You can game metrics. You can’t game genuine human connection.

What Actually Helps

In my experience, what creates psychological safety is:

  1. Consistent, small gestures over time: Manager checking in after tough weeks. Senior engineers sharing their own mistakes. Leadership thanking people for honest postmortems.

  2. Seeing how incidents affect careers (or don’t): When someone causes an incident and then gets promoted anyway. When leaders explicitly say “this incident doesn’t change how we see you.”

  3. Normalizing failure through repetition: When everyone has been incident commander, everyone has been paged, everyone has caused a problem - it stops being a stigma.

  4. Leaders going first with vulnerability: When the VP shares their incident stories. When the CTO says “I don’t know” in a postmortem. When managers admit mistakes.

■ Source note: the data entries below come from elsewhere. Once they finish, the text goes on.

import { Decimal, dec, type DecimalInput } from './decimal';
import { MetrologyInputError } from './errors';

/**
 * Normal and Student t quantiles for coverage factors (GUM / Welch–Satterthwaite,
 * any real ν ≥ 1) and for Grubbs' test.
 *
 * Number is used on purpose here: the special functions (log-gamma, incomplete
 * beta and gamma) run in IEEE doubles, and their results are rounded to 12
 * significant digits before they become Decimals, well inside their ~1e-13
 * accuracy.
 */

const LANCZOS = [
  0.99999999999980993, 676.5203681218851, -1259.1392167224028, 771.32342877765313, -176.61502916214059, 12.507343278686905,
  -0.13857109526572012, 9.9843695780195716e-6, 1.5056327351493116e-7,
];
const EPS = 1e-16;
const TINY = 1e-300;
const guard = (v: number): number => (Math.abs(v) < TINY ? TINY : v);

/** ln Γ(x), x > 0: Lanczos approximation, g = 7, 9 terms (relative error < 1e-15). */
function lnGamma(x: number): number {
  const y = x - 1;
  let a = LANCZOS[0] as number;
  for (let i = 1; i < LANCZOS.length; i++) a += (LANCZOS[i] as number) / (y + i);
  const t = y + 7.5;
  return 0.5 * Math.log(2 * Math.PI) + (y + 0.5) * Math.log(t) - t + Math.log(a);
}

/** Continued fraction of the incomplete beta function (DLMF 8.17.22), modified Lentz. */
function betaContinuedFraction(x: number, a: number, b: number): number {
  let c = 1;
  let d = 1 / guard(1 - ((a + b) * x) / (a + 1));
  let h = d;
  for (let m = 1; m <= 100_000; m++) {
    for (const k of [(m * (b - m) * x) / ((a + 2 * m - 1) * (a + 2 * m)), (-(a + m) * (a + b + m) * x) / ((a + 2 * m) * (a + 2 * m + 1))]) {
      d = 1 / guard(1 + k * d);
      c = guard(1 + k / c);
      h *= d * c;
    }
    if (Math.abs(d * c - 1) < EPS) return h;
  }
  throw new MetrologyInputError('degreesOfFreedom', 'is too large for the incomplete beta function');
}

/** Regularized incomplete beta I_x(a, b) (DLMF 8.17.2), with the symmetry 8.17.4. */
function incompleteBeta(x: number, a: number, b: number): number {
  if (x <= 0) return 0;
  if (x >= 1) return 1;
  const front = Math.exp(a * Math.log(x) + b * Math.log1p(-x) - (lnGamma(a) + lnGamma(b) - lnGamma(a + b)));
  if (x < (a + 1) / (a + b + 2)) return (front * betaContinuedFraction(x, a, b)) / a;
  return 1 - (front * betaContinuedFraction(1 - x, b, a)) / b;
}

/** Q(½, x) = erfc(√x) via the series (DLMF 8.7.1) or Legendre's continued fraction (8.9.2). */
function upperGammaHalf(x: number): number {
  const a = 0.5;
  const front = Math.exp(-x + a * Math.log(x) - lnGamma(a));
  if (x < a + 1) {
    let term = 1 / a;
    let sum = term;
    for (let n = 1; n < 10_000 && Math.abs(term) > Math.abs(sum) * EPS; n++) sum += term *= x / (a + n);
    return 1 - sum * front;
  }
  let b = x + 1 - a;
  let c = 1 / TINY;
  let d = 1 / b;
  let h = d;
  for (let i = 1; i < 10_000; i++) {
    const an = -i * (i - a);
    b += 2;
    d = 1 / guard(an * d + b);
    c = guard(b + an / c);
    h *= d * c;
    if (Math.abs(d * c - 1) < EPS) break;
  }
  return front * h;
}

const ACKLAM_A = [-39.69683028665376, 220.9460984245205, -275.9285104469687, 138.357751867269, -30.66479806614716, 2.506628277459239];
const ACKLAM_B = [-54.47609879822406, 161.5858368580409, -155.6989798598866, 66.80131188771972, -13.28068155288572, 1];
const ACKLAM_C = [-0.007784894002430293, -0.3223964580411365, -2.400758277161838, -2.549732539343734, 4.374664141464968, 2.938163982698783];
const ACKLAM_D = [0.007784695709041462, 0.3224671290700398, 2.445134137142996, 3.754408661907416, 1];
const horner = (cs: readonly number[], x: number): number => cs.reduce((acc, c) => acc * x + c, 0);

/** Lower-tail normal quantile for 0 < p ≤ ½: Acklam's rational start, two Halley steps on erfc. */
function normalLower(p: number): number {
  let x: number;
  if (p < 0.02425) {
    const q = Math.sqrt(-2 * Math.log(p));
    x = horner(ACKLAM_C, q) / horner(ACKLAM_D, q);
  } else {
    const q = p - 0.5;
    x = (q * horner(ACKLAM_A, q * q)) / horner(ACKLAM_B, q * q);
  }
  for (let k = 0; k < 2 && x < 0; k++) {
    const u = (0.5 * upperGammaHalf((x * x) / 2) - p) * Math.sqrt(2 * Math.PI) * Math.exp((x * x) / 2);
    x -= u / (1 + (x * u) / 2);
  }
  return x;
}

/** Upper-tail t quantile: the t > 0 with P(T > t) = q, 0 < q ≤ ½. */
function tUpper(q: number, nu: number): number {
  const z = -normalLower(q);
  if (nu >= 1e4) {
    // Cornish–Fisher expansion in 1/ν (Abramowitz & Stegun 26.7.5), truncation < 1e-15 here.
    const g = [
      (z ** 3 + z) / 4,
      (5 * z ** 5 + 16 * z ** 3 + 3 * z) / 96,
      (3 * z ** 7 + 19 * z ** 5 + 17 * z ** 3 - 15 * z) / 384,
      (79 * z ** 9 + 776 * z ** 7 + 1482 * z ** 5 - 1920 * z ** 3 - 945 * z) / 92160,
    ];
    return g.reduce((t, gi, i) => t + gi / nu ** (i + 1), z);
  }
  // P(T > t) = ½ I_{ν/(ν+t²)}(ν/2, ½) (A&S 26.7.1 with 26.5.27); safeguarded Newton on the tail.
  const tail = (t: number): number => 0.5 * incompleteBeta(nu / (nu + t * t), nu / 2, 0.5);
  const lnC = lnGamma((nu + 1) / 2) - lnGamma(nu / 2) - 0.5 * Math.log(nu * Math.PI);
  const pdf = (t: number): number => Math.exp(lnC - ((nu + 1) / 2) * Math.log1p((t * t) / nu));
  let lo = 0;
  let hi = Math.max(1, z);
  while (tail(hi) > q) hi *= 2;
  let t = (lo + hi) / 2;
  for (let i = 0; i < 300; i++) {
    const f = tail(t) - q;
    if (f > 0) lo = t;
    else hi = t;
    let next = t + f / pdf(t);
    if (!(next > lo && next < hi)) next = (lo + hi) / 2;
    if (Math.abs(next - t) <= 1e-15 * next) return next;
    t = next;
  }
  return t;
}

const P_MIN = 1e-12;

function probability(p: DecimalInput, field: string): Decimal {
  const d = dec(p, field);
  if (d.lessThan(P_MIN) || d.greaterThan(new Decimal(1).minus(P_MIN))) {
    throw new MetrologyInputError(field, `must be between ${P_MIN} and 1 − ${P_MIN}`, {
      min: String(P_MIN),
      max: `1 - ${P_MIN}`,
      unit: '1',
    });
  }
  return d;
}

/** Runs a lower-tail quantile through the upper tail of the smaller side, keeping small tails exact. */
function symmetricQuantile(p: Decimal, upper: (q: number) => number): Decimal {
  const half = new Decimal(0.5);
  if (p.equals(half)) return new Decimal(0);
  const q = p.greaterThan(half) ? new Decimal(1).minus(p) : p;
  const value = new Decimal(upper(q.toNumber()).toPrecision(12));
  return p.greaterThan(half) ? value : value.neg();
}

/** Standard normal quantile Φ⁻¹(p). */
export function normalQuantile(p: DecimalInput): Decimal {
  return symmetricQuantile(probability(p, 'p'), (q) => -normalLower(q));
}

/** Student t quantile: the t with P(T ≤ t) = p for ν ≥ 1 degrees of freedom (any real ν; Infinity → normal). */
export function studentTQuantile(p: DecimalInput, degreesOfFreedom: DecimalInput): Decimal {
  const prob = probability(p, 'p');
  let nu: Decimal;
  try {
    nu = new Decimal(degreesOfFreedom);
  } catch {
    throw new MetrologyInputError('degreesOfFreedom', 'is not a number');
  }
  if (nu.isNaN() || nu.lessThan(1)) {
    throw new MetrologyInputError('degreesOfFreedom', 'must be at least 1', { min: '1', unit: '1' });
  }
  if (!nu.isFinite()) return normalQuantile(prob);
  return symmetricQuantile(prob, (q) => tUpper(q, nu.toNumber()));
}

/** Two-sided coverage factor: the t with P(|T| ≤ t) = confidence (e.g. 0.95). */
export function studentTTwoSided(confidence: DecimalInput, degreesOfFreedom: DecimalInput): Decimal {
  const c = dec(confidence, 'confidence');
  if (!c.greaterThan(0) || !c.lessThan(1)) throw new MetrologyInputError('confidence', 'must be between 0 and 1 (exclusive)');
  return studentTQuantile(c.plus(1).div(2), degreesOfFreedom);
}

None of those are measurable. They’re cultural practices that accumulate into trust.

Simple Approach

If I were a VP trying to understand incident culture across 80 engineers, I’d do this:

  • Have managers check in with anyone involved in a significant incident, within a few days
  • Simple questions: “How did that feel?” “What would have helped?” “Are you okay?”
  • Aggregate themes informally across those conversations
  • Share what you’re hearing with leadership
  • Act on patterns

No dashboards. No surveys. Just human conversations.

When Metrics Might Help

That said, I can see value in Luis’s quarterly surveys and Alex’s passive metrics as signals that point you to where conversations are needed.

If a team’s metrics look off, that’s a flag to go talk to them. The metrics don’t tell you what’s wrong, but they tell you where to look.

But the actual work of building psychological safety? That’s relational, not analytical.

Trust Is Built In Conversations

Keisha, you said you’re doing manager check-ins, postmortem review, and informal observation. Honestly, that sounds right to me.

Maybe the question isn’t “how do I measure this better?” but “how do I scale these human practices as we grow?”

Can you train managers to do better check-ins? Can you create space for more informal observation? Can you build more opportunities for leadership to show vulnerability?

Those feel harder than implementing a survey, but they might be more effective.

Final Thought

I appreciate everyone’s thoughtful approaches here. I’m not anti-measurement. I just think measurement works best as a supplement to relational practices, not a replacement for them.

And for what it’s worth, the fact that you’re asking this question at all, Keisha - that you care enough to want to measure and improve psychological safety - that’s probably the most important signal of all.